La SAS SIM AUTOMOBILES, partie perdante, sera condamnée aux dépens de l’instance.
* Sur les frais irrépétibles
Il résulte des dispositions de l’article 700 du code de procédure civile que le juge condamne la partie tenue aux dépens ou qui perd son procès à payer à l’autre partie la somme qu’il détermine, au titre des frais exposés et non compris dans les dépens. Dans tous les cas, le juge tient compte de l’équité ou de la situation économique de la partie condamnée. Il peut, même d’office, pour des raisons tirées des mêmes considérations, dire qu’il n’y a pas lieu à ces condamnations. Les parties peuvent produire les justificatifs des sommes qu’elles demandent.

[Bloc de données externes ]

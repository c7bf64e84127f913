import type { Reading, ReadingWord, Transform } from './reading.ts';

const letterWidth = 30;
const pitch = 50;

/** Lines of typewriting as recognition would give them, one word after every space; words may be given a confidence. */
export function readWords(lines: readonly string[], confidences: Record<string, number> = {}): ReadingWord[] {
  return lines.flatMap((line, at) =>
    [...line.matchAll(/\S+/g)].map((match) => ({
      text: match[0],
      raw: match[0],
      confidence: confidences[match[0]] ?? 95,
      box: [
        300 + match.index * letterWidth,
        400 + at * pitch,
        match[0].length * letterWidth - 4,
        32,
      ] as ReadingWord['box'],
      line: at,
      block: 0,
    })),
  );
}

const asDelivered: Transform = [
  [1, 0, 0],
  [0, 1, 0],
];

/** A reading of a letter-size page at 300 dots an inch with these words. */
export const readingOf = (words: ReadingWord[], more: Partial<Reading> = {}): Reading => ({
  recipe: {
    engine: 'made by hand',
    language: 'eng',
    segmentation: 'one-column',
    dpi: 300,
    skewDegrees: 0,
    rulesRemoved: true,
    flattened: true,
  },
  confidence: 95,
  width: 2550,
  height: 3300,
  transform: asDelivered,
  words,
  figures: [],
  ...more,
});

La SAS SIM AUTOMOBILES est condamnée aux dépens. Il y a lieu de la condamner à payer à M. [L] la somme de 1000 euros sur le fondement de l’article 700 du code de procédure civile.
* Sur l’exécution provisoire
Conformément à l’article 514 du code de procédure civile, les décisions de première instance sont de droit exécutoire à titre provisoire à moins que la loi ou la décision rendue n’en dispose autrement.

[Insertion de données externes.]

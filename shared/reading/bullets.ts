import { applied } from './mended.ts';
import { linesOf, median } from './lines.ts';
import type { ReadingWord } from './reading.ts';

/** What a bullet is read as, alone in front of its line: the English model has one, but seldom takes it. */
const bent = /^[•®¢©*°·»«¥§eo@+.,-]$/;
/** Fewer lines than this with such a sign in front, one below the other, may be chance. */
const fewestBullets = 3;
/** In letter heights: how far apart their left edges may be, and how large a disc may be, both ways. */
const alignedLetters = 0.4;
const widestLetters = 1.05;

/** Bullets in front of the lines of a list, put back where signs stand one below the other; `raw` keeps what was read. */
export function mendBullets(words: readonly ReadingWord[]): ReadingWord[] {
  const letter = median(words.map(({ box }) => box[3]));
  const leads = linesOf(words).flatMap(({ words: [first, second] }) => {
    const isSmall = first !== undefined && Math.max(first.box[2], first.box[3]) < letter * widestLetters;
    return isSmall && second !== undefined && bent.test(first.text) ? [first] : [];
  });
  const isAligned = (word: ReadingWord): boolean =>
    leads.filter(({ box }) => Math.abs(box[0] - word.box[0]) < letter * alignedLetters).length >= fewestBullets;
  const bullets = new Set(leads.filter(isAligned));
  return words.map((word) => (bullets.has(word) ? applied(word, { text: '•', sure: true }) : word));
}
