import { describe, expect, it } from 'vitest';
import type { DocNode } from '#shared/document/define-block.ts';
import type { PageDocument } from '#shared/document/page-document.ts';
import { allNodes, textOf } from '#shared/document/text-of.ts';
import { documentOf } from './structure.ts';
import { takeReading } from './take-reading.ts';
import { readWords, readingOf } from './words.fixture.ts';

const line = 'Set the oscillator to twelve turns';
const before = readingOf(readWords(['Set the oscilator to twehve turns'], { twehve: 60, oscilator: 80 }));
const mapText = (node: DocNode, change: (node: DocNode) => DocNode): DocNode =>
  node.type === 'text'
    ? change(node)
    : { ...node, ...(node.content && { content: node.content.map((child) => mapText(child, change)) }) };
const written = (from: string, to: string): PageDocument =>
  mapText(documentOf(before), (node) =>
    node.text === from ? { ...node, text: to, marks: (node.marks ?? []).filter(({ type }) => type === 'word') } : node,
  ) as PageDocument;
const doubtsIn = (document: DocNode) =>
  [...allNodes(document)].flatMap((node) => node.marks?.filter(({ type }) => type === 'doubt') ?? []);

describe('another reading of a page that people have worked on', () => {
  it('improves the words that nobody touched and leaves what a person wrote', () => {
    const after = readingOf(readWords([line], { twelve: 96, oscillator: 70 }));
    const taken = takeReading(written('oscilator', 'oscillator'), before, after);
    expect(textOf(taken.document).trim()).toBe(line);
    expect(taken).toMatchObject({ improved: 1, proposed: 0 });
    expect(doubtsIn(taken.document)).toEqual([]);
  });

  it('keeps the reading that was surer', () => {
    const after = readingOf(readWords(['Set the oscilator to twehye turns'], { twehye: 40, oscilator: 50 }));
    const { document } = takeReading(documentOf(before), before, after);
    expect(textOf(document).trim()).toBe('Set the oscilator to twehve turns');
  });

  it('proposes what neither the person nor the earlier reading said', () => {
    const after = readingOf(readWords(['Set the oscillator to twenty turns'], { twenty: 93 }));
    const { document, proposed } = takeReading(written('twehve', 'twelve'), before, after);
    expect(textOf(document)).toContain('twelve');
    expect(proposed).toBe(1);
    expect(doubtsIn(document)).toEqual([
      { type: 'doubt', attrs: { reason: 'read-differently', proposals: ['twenty'] } },
    ]);
  });

  it('says nothing when the new reading repeats what a person has already put right', () => {
    const taken = takeReading(written('twehve', 'twelve'), before, before);
    expect(taken).toMatchObject({ improved: 0, proposed: 0 });
    expect(textOf(taken.document)).toContain('twelve');
  });

  it('moves the zones to where the same print lies on the new picture', () => {
    const after = readingOf([], {
      transform: [
        [1, 0, 40],
        [0, 1, -20],
      ],
    });
    const { document } = takeReading(documentOf(before), before, after);
    const [first] = [...allNodes(document)].flatMap(({ marks }) => marks?.map(({ attrs }) => attrs?.['zone']) ?? []);
    expect(first).toEqual([300 - 40, 400 + 20, 86, 32]);
  });
});
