import type { ColumnMeaning } from '#shared/document/blocks/table.ts';

/** What heads of columns say in the trade, as patterns over the heading's letters. Order matters: the first that fits. */
const byHeading: readonly [RegExp, ColumnMeaning][] = [
  [/\b(tol|tolerance)\b/, 'tolerance'],
  [/\b(ref|refer|reference|desig|designation|designator|circuit|symbol|sym)\b/, 'refDes'],
  [/\b(part|stock|cat|catalog|stores|code|spec)\b.*\b(no|num|number)\b|\bpart\b|\bp\/n\b/, 'partNumber'],
  [/\b(qty|quan|quantity|req|reqd|per)\b/, 'quantity'],
  [/\b(desc|description|name|article)\b/, 'description'],
  [/\b(rating|volts|watts|wattage|voltage)\b/, 'rating'],
  [/\b(value|val)\b/, 'value'],
  [/\b(mfr|maker|manufacturer|vendor|supplier)\b/, 'maker'],
  [/\b(chan|channel|ch)\b/, 'channel'],
  [/\b(freq|frequency|mc|kc|mhz|khz|crystal|injection|carrier)\b/, 'frequency'],
  [/\b(remark|remarks|note|notes|use|function)\b/, 'remarks'],
  [/\b(item|no|index)\b/, 'item'],
];

/** Patterns of content; the share of filled cells that must fit is `least`. */
const byContent: readonly { fits: RegExp; least: number; meaning: ColumnMeaning }[] = [
  { fits: /^[A-Z]{1,3}[0-9]{1,4}[A-Z]?([,-] ?[A-Z]{0,3}[0-9]{1,4})*$/, least: 0.6, meaning: 'refDes' },
  { fits: /^\d{2,3}\.\d{2,6}$/, least: 0.6, meaning: 'frequency' },
  { fits: /^\d{1,2}$/, least: 0.7, meaning: 'quantity' },
  { fits: /^(?=.*\d)[A-Z0-9]+([-/][A-Z0-9]+)+$/, least: 0.6, meaning: 'partNumber' },
];

/** What a column means, by its heading where that says it, else by what most of its cells look like. */
export function columnMeaning(heading: string, cells: readonly string[]): ColumnMeaning {
  const words = heading.toLowerCase().replace(/[^a-z/ ]/g, ' ');
  const named = byHeading.find(([pattern]) => pattern.test(words));
  if (named !== undefined) return named[1];
  const filled = cells.filter((cell) => cell !== '');
  const found = byContent.find(
    ({ fits, least }) => filled.length > 0 && filled.filter((cell) => fits.test(cell)).length >= filled.length * least,
  );
  if (found !== undefined) return found.meaning;
  const wordy = filled.filter((cell) => /[a-z]{3}/i.test(cell)).length;
  return filled.length > 0 && wordy > filled.length / 2 ? 'description' : 'other';
}

/** A parts list has reference designators or part numbers; a channel table has channels and frequencies. */
export function tableKind(meanings: readonly ColumnMeaning[]): 'parts' | 'channel' | 'table' {
  const has = (meaning: ColumnMeaning): boolean => meanings.includes(meaning);
  if (has('refDes') && (has('description') || has('partNumber') || has('value'))) return 'parts';
  if (has('partNumber') && has('description')) return 'parts';
  return has('channel') && has('frequency') ? 'channel' : 'table';
}
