import type { Zone } from '#shared/document/define-block.ts';
import { findTables } from './find-tables.ts';
import { type Line, bottomOf, lineFrom, median, middleOf, rightOf, rowsByHeight } from './lines.ts';
import { overlap } from './picture/figures.ts';
import type { ReadingWord } from './reading.ts';

// In letter heights, except where said; from a two-column brochure and generated pages of two columns.
const narrowestGutter = 1.2;
/** The gutter stands in the middle third or so of the text's width. */
const gutterFrom = 0.3;
const gutterTo = 0.7;
/** Fewer rows with text on both sides, or shorter text on them, are no columns of running text. */
const fewestRows = 4;
const fewestWords = 3;
const leastFilled = 0.6;
/** In pitches of the lines: what stands on one side only, further away than this, is no longer part of the columns. */
const apart = 1.6;

type Span = { from: number; to: number };
/** Rows `first` to `last`, both included, set in two columns on either side of `gutter`. */
type Columns = { first: number; last: number; gutter: number };

/**
 * The words of a page in reading order: where lines of running text stand side by side, the whole left column comes
 * before the right one, though the engine read straight across. Lines elsewhere, tables and drawings stay as they were.
 */
export function inReadingOrder(words: readonly ReadingWord[], figures: readonly Zone[]): ReadingWord[] {
  const taken = [...findTables(words).map(({ zone }) => zone), ...figures];
  const free = words.filter(({ box }) => !taken.some((zone) => overlap(box, zone) > 0.5));
  const rows = rowsByHeight(free);
  const found = columnsIn(rows, taken);
  return found.reduce<ReadingWord[]>((ordered, columns) => withColumns(ordered, rows, columns), [...words]);
}

function columnsIn(rows: readonly Line[], taken: readonly Zone[]): Columns[] {
  const letter = median(rows.flatMap(({ words }) => words.map(({ box }) => box[3])));
  const pitch = median(rows.slice(1).map((row, at) => middleOf(row.zone) - middleOf(rows[at]?.zone ?? row.zone)));
  const found: Columns[] = [];
  for (let first = 0; first < rows.length; first += 1) {
    const run = runFrom(rows, first, { letter, taken });
    const columns = run === null ? null : trimmed(rows, run, pitch);
    if (columns === null || !isRunningText(rows, columns)) continue;
    found.push(columns);
    first = columns.last;
  }
  return found;
}

/** As many rows from `first` on as leave one band of paper near the middle free, but for specks read as signs. */
function runFrom(
  rows: readonly Line[],
  first: number,
  { letter, taken }: { letter: number; taken: readonly Zone[] },
): Columns | null {
  const left = Math.min(...rows.map(({ zone }) => zone[0]));
  const width = Math.max(...rows.map(({ zone }) => rightOf(zone))) - left;
  let free: Span[] = [{ from: left + width * gutterFrom, to: left + width * gutterTo }];
  let last = first - 1;
  for (const row of rows.slice(first)) {
    const above = rows[last]?.zone;
    const isBarred = last >= first && above !== undefined && taken.some((zone) => liesBetween(zone, above, row.zone));
    const narrowed = row.words
      .filter(({ text }) => /[\p{L}\p{N}]/u.test(text))
      .reduce((spans, { box }) => spans.flatMap((span) => without(span, box)), free)
      .filter(({ from, to }) => to - from >= narrowestGutter * letter);
    if (narrowed.length === 0 || isBarred) break;
    free = narrowed;
    last += 1;
  }
  const widest = [...free].sort((a, b) => b.to - b.from - (a.to - a.from))[0];
  return last < first + fewestRows - 1 || widest === undefined
    ? null
    : { first, last, gutter: (widest.from + widest.to) / 2 };
}

const liesBetween = (zone: Zone, above: Zone, below: Zone): boolean =>
  middleOf(zone) > middleOf(above) && middleOf(zone) < middleOf(below);

function without({ from, to }: Span, [x, , w]: Zone): Span[] {
  const rest = [
    { from, to: Math.min(to, x) },
    { from: Math.max(from, x + w), to },
  ];
  return rest.filter((span) => span.to > span.from);
}

const sidesOf = ({ words }: Line, gutter: number): [ReadingWord[], ReadingWord[]] => [
  words.filter(({ box }) => box[0] < gutter),
  words.filter(({ box }) => box[0] >= gutter),
];

/** Without the rows at either end that have text on one side only and stand apart from the columns. */
function trimmed(rows: readonly Line[], { first, last, gutter }: Columns, pitch: number): Columns | null {
  const inRun = rows.slice(first, last + 1).map((row) => sidesOf(row, gutter));
  const both = inRun.flatMap(([left, right], at) => (left.length > 0 && right.length > 0 ? [first + at] : []));
  const [top, end] = [both[0], both.at(-1)];
  if (top === undefined || end === undefined) return null;
  const isNear = (a: number, b: number): boolean => {
    const [upper, lower] = [rows[a]?.zone, rows[b]?.zone];
    return upper !== undefined && lower !== undefined && lower[1] - bottomOf(upper) < (apart - 0.7) * pitch;
  };
  let to = end;
  while (to < last && isNear(to, to + 1)) to += 1;
  return { first: top, last: to, gutter };
}

/** Text that fills its column on both sides, line after line: two short columns of words are a list. */
function isRunningText(rows: readonly Line[], { first, last, gutter }: Columns): boolean {
  const sides = rows.slice(first, last + 1).map((row) => sidesOf(row, gutter));
  const both = sides.filter(([left, right]) => left.length > 0 && right.length > 0);
  return both.length >= fewestRows && [0, 1].every((side) => isFilled(both.map((each) => each[side] ?? [])));
}

function isFilled(pieces: readonly ReadingWord[][]): boolean {
  const lines = pieces.map((piece) => lineFrom(piece));
  const left = Math.min(...lines.map(({ zone }) => zone[0]));
  const width = Math.max(...lines.map(({ zone }) => rightOf(zone))) - left;
  return (
    median(lines.map(({ words }) => words.length)) >= fewestWords &&
    median(lines.map(({ zone }) => zone[2])) >= width * leastFilled
  );
}

/** The words with those of the two columns put in order, at the place of the first of them, each side's rows as lines. */
function withColumns(
  words: readonly ReadingWord[],
  rows: readonly Line[],
  { first, last, gutter }: Columns,
): ReadingWord[] {
  const own = new Set(rows.slice(first, last + 1).flatMap((row) => row.words));
  let line = Math.max(...words.map((word) => word.line));
  const ordered = [0, 1].flatMap((side) => {
    const column = words.filter((word) => own.has(word) && (word.box[0] < gutter ? 0 : 1) === side);
    return rowsByHeight(column).flatMap((row) => {
      line += 1;
      return row.words.map((word) => ({ ...word, line, block: (word.block + 1) * sidesApart + side }));
    });
  });
  const at = words.findIndex((word) => own.has(word));
  const before = words.slice(0, at);
  return [...before, ...ordered, ...words.slice(at).filter((word) => !own.has(word))];
}

/** Blocks are numbered anew, so that no side shares one with the other or with what stands elsewhere. */
const sidesApart = 1000;
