import type { ReadingWord } from './reading.ts';

/** What a word was made into; `sure` when the grammar leaves no other reading, so that it is no doubt. */
export type Mended = { text: string; sure: boolean };

/** What the whole page tells about the signs that it prints. */
export type PageHabit = {
  printsMicro: boolean;
  printsTolerances: boolean;
  printsPeriodUnits: boolean;
  /** A space stands between figures and units. */
  partsUnits: boolean;
};

/** The words on either side; the one before is mended already. */
export type Near = { before: ReadingWord | undefined; next: ReadingWord | undefined };

/** A word with what it was made into; what was a guess once stays one. */
export function applied(word: ReadingWord, mended: Mended | null): ReadingWord {
  if (mended === null || mended.text === word.text) return word;
  const sure = mended.sure && (word.text === word.raw || word.sure === true);
  return { ...word, text: mended.text, sure };
}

En l’espèce, compte tenu de la nature du litige et en l’absence de dispositions légales contraires, l’exécution provisoire est de droit et il n’y a pas lieu de l’écarter.
PAR CES MOTIFS,
Le Tribunal, statuant publiquement, par mise à disposition au greffe, par jugement réputé contradictoire et en premier ressort,
PRONONCE la résolution du contrat de vente conclu entre la SAS SIM AUTOMOBILES et M. [L] [F] le 16 septembre 2023 portant sur le véhicule PEUGEOT modèle 308 immatriculé [Immatriculation 1] ;
CONDAMNE la SAS SIM AUTOMOBILES à rembourser à M. [L] [F] la somme de 7990 euros correspondant aux prix de vente dudit véhicule ;
ORDONNE à M. [L] [F] de restituer à la SAS SIM AUTOMOBILES le véhicule PEUGEOT modèle 308 immatriculé [Immatriculation 1] aux frais de la SAS SIM AUTOMOBILES ;
CONDAMNE la SAS SIM AUTOMOBILES à payer à M. [L] [F] la somme de 1200 euros au titre du préjudice de jouissance ;
DEBOUTE M. [L] [F] de sa demande au titre du préjudice moral et de sa demande au titre du préjudice matériel ;
CONDAMNE la SAS SIM AUTOMOBILES à payer à M. [L] [F] la somme de 1000 euros sur le fondement de l’article 700 du code de procédure civile ;
CONDAMNE la SAS SIM AUTOMOBILES aux entiers dépens ;
RAPPELLE que l’exécution provisoire est de droit et DIT n’y avoir lieu à l’écarter.
Ainsi jugé et prononcé par mise à disposition du jugement au greffe du tribunal, le 04 février 2025, les parties en ayant été préalablement avisées dans les conditions prévues au deuxième alinéa de l’article 450 du code de procédure civile, la minute étant signée par le juge et par la greffière.